Saved data entries:
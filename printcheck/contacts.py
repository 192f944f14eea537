"""Contacts: from the evidence and its local levels to the contact marks.

A contact is decided in four steps, each a rule a fitter would recognise:

1. **Seeds** -- where the print is unmistakably marked: the evidence, smoothed at the
   scale of the smallest spot, stands several noise levels above the bare metal *and* a
   share of the compound's local level.  The second test is what keeps a thin smear of
   compound (haze) and the colour fringes of bright scrape facets out, however wide they
   are, while a spot washed pale by glare still counts (glare lowers the local compound
   level with it).
2. **Growth** -- from each seed, every connected pixel whose evidence is still clearly
   above the bare noise: the pale rim of a spot belongs to the spot.
3. **Separation** -- neighbouring contacts often touch once blurred.  The grown region is
   cut along the valleys of the evidence between its peaks (a watershed), and two
   neighbours stay apart when the evidence between them dips below a share of the weaker
   one's peak: two contacts have bare metal, or at least thinner compound, between them;
   one irregular contact does not.  Each contact then keeps the pixels above a share of
   its own peak (its rim, where the film thins to nothing), and a one-pixel gap is cut
   where two contacts meet, so that they are counted apart.
4. **Clean-up** -- small holes in a contact (a glint) are filled.

With compound on the work the same steps run on the share of the way from the local coat
level to the bare metal: a worn-through contact is where the coat is more than half gone.
"""

from __future__ import annotations

import math
from dataclasses import dataclass

import cv2
import numpy as np

from printcheck.sparecore import on_spare_core, spare_core_helps

__all__ = [
    "disc",
    "seeds_and_growth",
    "separate",
    "contact_labels",
    "watershed_regions",
    "merge_regions",
    "Boundary",
    "boundary",
    "finish",
    "fill_small_holes",
    "drop_edge_slivers",
    "near_another",
]


def flat_where(mask: np.ndarray) -> np.ndarray:
    """Row-major flat indices of the true pixels of a 2-D bool mask (``np.flatnonzero``).

    NumPy 2 finds them in bool masks several times faster than OpenCV's ``findNonZero``
    where a mask is not sparse (a fifth of the frame or more: 0.5 against 2-3 ms on a
    0.7 MP mask), and as fast where it is."""
    return np.flatnonzero(np.asarray(mask, dtype=bool))


def disc(radius: int) -> np.ndarray:
    """An elliptic (disc) structuring element of ``radius`` pixels, for OpenCV's morphology."""
    return cv2.getStructuringElement(cv2.MORPH_ELLIPSE, (2 * radius + 1, 2 * radius + 1))


def seeds_and_growth(seeds: np.ndarray, grow: np.ndarray) -> np.ndarray:
    """The pixels of ``grow`` 8-connected to a pixel of ``seeds`` (hysteresis)."""
    n, lab = cv2.connectedComponents(grow.view(np.uint8), connectivity=8, ltype=cv2.CV_32S)
    if n <= 1:
        return np.zeros(grow.shape, bool)
    keep = np.zeros(n, bool)
    keep[lab[seeds & grow]] = True
    keep[0] = False
    return np.take(keep, lab)


def separate(
    region: np.ndarray,
    seeds: np.ndarray,
    height: np.ndarray,
    *,
    px_per_mm: float,
    split_share: float,
    min_dip: float,
    rim_share: float | None,
    score: np.ndarray | None = None,
    large_lobes_deeper: bool = True,
) -> np.ndarray:
    """Cut ``region`` into contacts along the valleys of ``height``.

    Parameters
    ----------
    region : (M, N) bool ndarray
        The grown contact region.
    seeds : (M, N) bool ndarray
        A contact must hold a seed pixel.
    height : (M, N) float32 ndarray
        The evidence smoothed at spot scale (what the valleys are read on).
    px_per_mm : float
    split_share : float
        Two neighbours stay apart when the highest point of the valley between them is
        below ``split_share`` times the lower of their peaks ...
    min_dip : float
        ... and at least ``min_dip`` below it (noise units of ``height``).
    rim_share : float or None
        Each contact keeps its pixels above ``rim_share`` times its own peak of
        ``score``; None keeps the whole region.
    score : (M, N) float32 ndarray, optional
        The evidence the rim is cut on (default ``height``).
    large_lobes_deeper : bool
        Between lobes over 1.5 mm across, ask for a deeper valley (down to 0.4 of
        ``split_share`` at 3 mm): a real gap between large lobes shows deep, so a shallow
        valley there is the film thinning within one contact.  With compound on the work
        the coat between two worn-through contacts never belongs to either: off.

    Returns
    -------
    (M, N) bool ndarray
        The contacts, with a one-pixel gap wherever two of them would touch.
    """
    labels = contact_labels(
        region,
        height,
        px_per_mm=px_per_mm,
        split_share=split_share,
        min_dip=min_dip,
        large_lobes_deeper=large_lobes_deeper,
        seeds=seeds,
    )
    return finish(labels, seeds, height, rim_share=rim_share, score=score)


def contact_labels(
    region: np.ndarray,
    height: np.ndarray,
    *,
    px_per_mm: float,
    split_share: float,
    min_dip: float,
    large_lobes_deeper: bool = True,
    seeds: np.ndarray | None = None,
) -> np.ndarray:
    """Label image of the contacts ``region`` holds (see :func:`separate`), rims uncut."""
    if not region.any():
        return np.zeros(region.shape, np.int32)
    regions, n = watershed_regions(region, height, px_per_mm=px_per_mm, seeds=seeds)
    rule = {"split_share": split_share, "min_dip": min_dip, "px_per_mm": px_per_mm}
    return merge_regions(regions, n, height, large_lobes_deeper=large_lobes_deeper, **rule)


def watershed_regions(
    region: np.ndarray,
    height: np.ndarray,
    *,
    px_per_mm: float,
    seeds: np.ndarray | None = None,
) -> tuple[np.ndarray, int]:
    """The watershed regions of ``region`` (labels, largest label); see :func:`separate`.

    Cut once on the loosest of several decisions, they serve the stricter ones too: a
    stricter decision keeps a subset of the grown components, and its regions are those
    regions restricted to it (:func:`merge_regions` then joins what its own rule joins).
    """
    if not region.any():
        return np.zeros(region.shape, np.int32), 0
    return _watershed(region, height, px_per_mm, seeds)
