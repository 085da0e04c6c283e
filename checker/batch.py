"""``couplint batch``: check many boards in parallel and report for CI.

Targets are board files, fabrication packages (a folder holding Gerber
files or a Gerber job file and no ``*.json``, or a ``.zip``), folders
(every ``*.json`` directly inside) and glob patterns. Each board is checked by :func:`check_one` in a worker: a local
process pool (``--jobs``) or a Dask distributed cluster (``--scheduler``).
A worker loads the rule set itself (from its path), checks the board and
returns a :class:`BoardOutcome` with the board's JSON report as text; the
parent process writes every report (atomically) into ``--out-dir``, prints a
summary table and writes the optional summary JSON and JUnit XML. Remote
workers therefore never need write access to the output folder, but they do
need the board and rule files at the same paths (a shared filesystem) and the
same couplint version.

A board that cannot be loaded or checked is an ``error`` row; the batch goes
on. Exit code (from :func:`run`): 0 when every board passes, 1 when any board
fails or is an error. Problems with the batch itself (no boards found, a bad
rule file, an output path that names an input, an unreachable scheduler)
raise :class:`checker.errors.CouplintError` before any output is written;
the command line turns that into one message and exit code 2.
"""

from __future__ import annotations

import argparse
import datetime
import glob
import hashlib
import math
import os
import sys
import time
from collections import Counter
from dataclasses import asdict, dataclass, field
from typing import Callable, Iterable, Iterator

from . import __version__, limits
from . import cores as core_count
from .atomic import Stopped, refuse_overwriting_inputs, write_atomically
from .errors import CouplintError, UsageError, bounded
from .report.json_report import DEFAULT_PAIRS, parse_pairs
from .report.visible import visible
from .selection import Selection

EXIT_PASS, EXIT_FAIL = 0, 1
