(H. W. Johnson & M. Graham, *High-Speed Digital Design: A Handbook of Black
Magic*, Prentice Hall, 1993, ch. 5 on crosstalk; S. H. Hall, G. W. Hall &
J. A. McCall, *High-Speed Digital System Design*, Wiley, 2000, ch. 3;
E. Bogatin, *Signal and Power Integrity -- Simplified*, 3rd ed., Prentice
Hall, 2018, ch. 10 on crosstalk; chapter numbers from memory). Many texts
write the far-end term with the opposite sign inside,
``FEXT = -1/2 (Lm/L - Cm/C) ell/(v tr)``, which is the same thing.

**Sign convention** (stated once, used everywhere here): ``kf_per_s`` is
``P/2 = (Cm Zv - Lm/Za)/2``; negative means the far-end pulse has the
opposite polarity to the aggressor's edge (inductive coupling dominates: the
usual case for microstrip, air above). ``kb`` is always positive (near-end
noise has the polarity of the edge). ``Crosstalk.fext_v`` and ``next_v`` are
magnitudes; the polarity is the sign of ``kf_per_s``.

Why not ``Cm/C_vv - Lm/L_vv`` for unequal traces: in a homogeneous dielectric
the far-end noise vanishes for *any* two lines (both modes travel at
``c0/sqrt(er)``), and ``P`` does vanish there (``L = C^-1 / v^2`` gives
``Cm Z_v = Lm / Z_a`` exactly), whereas the victim-only ratio difference
does not when the traces differ in width (``tests/test_tline.py`` shows
both). ``P`` and ``Q`` are the forms derived above; for equal traces they
reduce to the textbook ones.

Validity and assumptions
------------------------
* Quasi-static TEM, lossless, uniform coupled section; weak coupling
  (``Kb``, ``|kf| ell / tr`` well below 1); victim matched at both ends and
  aggressor matched at its far end. Mismatched ends add reflected copies
  (near-end noise reflected to the far end and vice versa), which this
  module does not model.
* The far-end formula is linear in length while the two lines stay in step:
  ``ell |1/v_a - 1/v_v| << tr`` (identical traces: always). With stronger
  coupling in an inhomogeneous medium the even and odd modes separate and
  the far-end pulse widens and stops growing linearly; use a modal analysis
  then (Paul 2008).
* The edge is a linear ramp of duration ``tr``; the module takes the 10-90 %
  rise time as that duration (common practice).
* The caller supplies ``tr``. A rise time for an aggressor known only by a
  frequency is **not** defined here; the caller passes the net class's
  ``rise_time``, or, when only a frequency f is known, ``tr = 0.35 / f``,
  the inverse of the single-pole bandwidth rule of
  ``checker.physics.crosstalk.edge_frequency_hz`` -- an *assumption* that
  the caller must report.
* ``is_electrically_long``: coupled length beyond the saturation length
  ``tr v / 2`` (Johnson & Graham 1993, Hall et al. 2000, Bogatin 2018, as
  above). Where the lumped model stops being adequate is a separate,
  looser question (common practice puts it at a fraction of that length).
"""

from __future__ import annotations

import dataclasses
import math
from dataclasses import dataclass

import numpy as np
from scipy.constants import epsilon_0, mu_0

from ..model import Stackup
from .fieldsolve import FAST, CrossSection, domain
from .sections import edge_section
from .solvecache import cached_solve

#: Index of the aggressor and the victim in a two-conductor ``LineMatrices``.
AGGRESSOR = 0
VICTIM = 1


@dataclass(frozen=True)
class LineMatrices:
    """Per-unit-length matrices of one or two coupled lines.

    ``C``: Maxwell capacitance matrix, F/m (N x N, N = 1 or 2). ``L``:
    inductance matrix, H/m. With N = 2, conductor 0 is the aggressor and 1
    the victim (module docstring); with N = 1 only the single-line values
    (``c_self``, ``l_self``, ``velocity``, ``z0``) exist.
    """

    C: np.ndarray
    L: np.ndarray

    def __post_init__(self) -> None:
        c = np.array(self.C, dtype=np.float64)
        l = np.array(self.L, dtype=np.float64)  # noqa: E741
        if c.ndim != 2 or c.shape[0] != c.shape[1] or c.shape[0] not in (1, 2) or l.shape != c.shape:
            raise ValueError(f"C and L must both be 1x1 or 2x2, got {c.shape} and {l.shape}")
        if not (np.all(np.isfinite(c)) and np.all(np.isfinite(l))):
            raise ValueError("C and L must be finite")
        if not (np.all(np.diag(c) > 0) and np.all(np.diag(l) > 0)):
            raise ValueError("C and L need positive diagonals")
        if c.shape[0] == 2:
            if c[0, 1] > 0:
                raise ValueError("C must be in Maxwell form (off-diagonal <= 0)")
            for name, m in (("C", c), ("L", l)):
                if not math.isclose(m[0, 1], m[1, 0], rel_tol=1e-9, abs_tol=1e-9 * float(np.max(np.diag(m)))):
                    raise ValueError(f"{name} must be symmetric")
                if np.linalg.det(m) <= 0:
                    raise ValueError(f"{name} must be positive definite")
        c.setflags(write=False)
        l.setflags(write=False)
        object.__setattr__(self, "C", c)
        object.__setattr__(self, "L", l)

    @property
    def n(self) -> int:
        return int(self.C.shape[0])

    @property
    def _v(self) -> int:
        return self.n - 1

    def _need_pair(self) -> None:
        if self.n != 2:
            raise ValueError("coupling needs two conductors (aggressor 0, victim 1)")

    # ---------------------------------------------------------- self values
    @property
    def c_self(self) -> float:
        """Victim's Maxwell self-capacitance ``C[v, v]`` (F/m; includes Cm)."""
        return float(self.C[self._v, self._v])

    @property
    def l_self(self) -> float:
        """Victim's self-inductance ``L[v, v]`` (H/m)."""
        return float(self.L[self._v, self._v])

    @property
    def velocity(self) -> float:
        """Victim's velocity ``1/sqrt(L[v,v] C[v,v])`` (m/s), aggressor at rest."""
        return 1.0 / math.sqrt(self.l_self * self.c_self)

    @property
    def z0(self) -> float:
        """Victim's characteristic impedance ``sqrt(L[v,v]/C[v,v])`` (ohm)."""
        return math.sqrt(self.l_self / self.c_self)

    @property
    def velocity_aggressor(self) -> float:
        """Aggressor's velocity ``1/sqrt(L[0,0] C[0,0])`` (m/s)."""
        return 1.0 / math.sqrt(float(self.L[0, 0] * self.C[0, 0]))

    @property
    def z0_aggressor(self) -> float:
        """Aggressor's characteristic impedance ``sqrt(L[0,0]/C[0,0])`` (ohm)."""
        return math.sqrt(float(self.L[0, 0] / self.C[0, 0]))

    # -------------------------------------------------------------- coupling
    @property
    def c_mutual(self) -> float:
        """Mutual capacitance ``Cm = -C[0, 1]`` (F/m, >= 0)."""
        self._need_pair()
        return float(-self.C[0, 1])

    @property
    def l_mutual(self) -> float:
        """Mutual inductance ``Lm = L[0, 1]`` (H/m)."""
        self._need_pair()
        return float(self.L[0, 1])

    @property
    def kb(self) -> float:
        r"""Near-end (backward) coefficient, dimensionless:
        :math:`K_b = Q/(2s)`, :math:`Q = C_m Z_v + L_m/Z_a`,
        :math:`s = 1/v_a + 1/v_v`; for equal traces
        :math:`\tfrac14(C_m/C + L_m/L)` (module docstring; Johnson & Graham
        1993, Hall et al. 2000, Bogatin 2018)."""
        q = self.c_mutual * self.z0 + self.l_mutual / self.z0_aggressor
        return q / (2.0 * self._delay_sum_s_per_m)

    @property
    def kf_per_s(self) -> float:
        r"""Far-end (forward) coefficient, s/m, signed:
        :math:`k_f = \tfrac12(C_m Z_v - L_m/Z_a)`; for equal traces
        :math:`\tfrac12(C_m/C - L_m/L)/v`. Far-end noise for a ramp of
        duration ``tr`` is ``kf * length / tr * V1``; negative ``kf`` means
        the pulse is of opposite polarity to the aggressor's edge (module
        docstring)."""
        return 0.5 * (self.c_mutual * self.z0 - self.l_mutual / self.z0_aggressor)

    @property
    def _delay_sum_s_per_m(self) -> float:
        return 1.0 / self.velocity_aggressor + 1.0 / self.velocity

    def saturation_length_m(self, rise_time_s: float) -> float:
        """Coupled length beyond which the near-end noise stops growing (m):
        ``tr / (1/v_a + 1/v_v)``, i.e. ``tr v / 2`` for equal velocities
        (module docstring)."""
        _positive("rise_time_s", rise_time_s)
        return float(rise_time_s) / self._delay_sum_s_per_m

    def swapped(self) -> "LineMatrices":
        """The same pair with aggressor and victim exchanged."""
        self._need_pair()
        p = [1, 0]
        return LineMatrices(self.C[np.ix_(p, p)], self.L[np.ix_(p, p)])


def _positive(name: str, value: float) -> None:
    if not (value > 0 and math.isfinite(value)):
        raise ValueError(f"{name} must be positive and finite, got {value}")


def vacuum(section: CrossSection) -> CrossSection:
    """``section`` with every dielectric slab's and block's ``er`` set to 1
    (same faces, so the same grid)."""
    return dataclasses.replace(section, slabs=tuple(dataclasses.replace(s, er=1.0) for s in section.slabs),
                               blocks=tuple(dataclasses.replace(b, er=1.0) for b in section.blocks))


def line_matrices(section: CrossSection, resolution: float = FAST) -> LineMatrices:
    """C and L per unit length of ``section`` (one or two signal conductors).

    Solves the cross-section twice with ``checker.physics.fieldsolve.solve``:
    as given (``C``) and with every dielectric replaced by vacuum (``C0``),
    then ``L = mu0 eps0 C0^-1`` (Paul 2008; module docstring). Both solves
    use the box the solver would choose for ``section`` (fixed explicitly,
    since the automatic box between two planes depends on the permittivity
    contrast), hence the same grid.

    Parameters
    ----------
    section : CrossSection
        Conductor 0 the aggressor, 1 the victim (if two). Lengths in mm.
    resolution : float
        Solver resolution (``fieldsolve.FAST`` or ``FINE``).

    Returns
    -------
    LineMatrices
        ``C`` F/m, ``L`` H/m.
    """
    if section.box is None:
        section = dataclasses.replace(section, box=domain(section))
    c = cached_solve(section, resolution).maxwell
    c0 = cached_solve(vacuum(section), resolution).maxwell
    if c.shape[0] not in (1, 2):
        raise ValueError(f"need one or two signal conductors, got {c.shape[0]}")
    l = mu_0 * epsilon_0 * np.linalg.inv(c0)  # noqa: E741
    l = 0.5 * (l + l.T)  # noqa: E741  (C0 is symmetric by construction; remove rounding)
    return LineMatrices(c, l)


def same_layer_section(stackup: Stackup, layer: int, wa: float, wb: float, gap_mm: float) -> CrossSection:
    """Two traces side by side on copper layer ``layer`` (edge-coupled):
    trace 0 the aggressor (width ``wa``), trace 1 the victim (``wb``),
    ``gap_mm`` edge to edge; the cross-section of
    :func:`checker.physics.edge.edge_section` (planes, dielectrics and
    solder mask as for the edge-coupling tables), so both models see one
    geometry."""

    return edge_section(stackup, layer, wa, wb, gap_mm)


@dataclass(frozen=True)
class Crosstalk:
    """Coupled noise on a victim, from either model.

    ``model``: ``"lumped"`` or ``"transmission-line"``. ``next_v``,
    ``fext_v``: magnitudes (V) of the near-end and far-end noise (the
    polarity of the far-end pulse is the sign of ``LineMatrices.kf_per_s``).
    ``saturation_length_m``: coupled length beyond which NEXT stops growing.
    ``coupled_length_m``, ``rise_time_s``: the inputs used.
    """

    model: str
    next_v: float
    fext_v: float
    saturation_length_m: float
    coupled_length_m: float
    rise_time_s: float

    def __post_init__(self) -> None:
        if self.model not in ("lumped", "transmission-line"):
            raise ValueError(f"model must be 'lumped' or 'transmission-line', got {self.model!r}")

*Instructions for the task:* In the entries above, the lines from the one bearing "noise has the" up to and including the one bearing "equal traces they" should be transcribed exactly; no other line is wanted.

*Exercise response:*
noise has the polarity of the edge). ``Crosstalk.fext_v`` and ``next_v`` are
magnitudes; the polarity is the sign of ``kf_per_s``.

Why not ``Cm/C_vv - Lm/L_vv`` for unequal traces: in a homogeneous dielectric
the far-end noise vanishes for *any* two lines (both modes travel at
``c0/sqrt(er)``), and ``P`` does vanish there (``L = C^-1 / v^2`` gives
``Cm Z_v = Lm / Z_a`` exactly), whereas the victim-only ratio difference
does not when the traces differ in width (``tests/test_tline.py`` shows
both). ``P`` and ``Q`` are the forms derived above; for equal traces they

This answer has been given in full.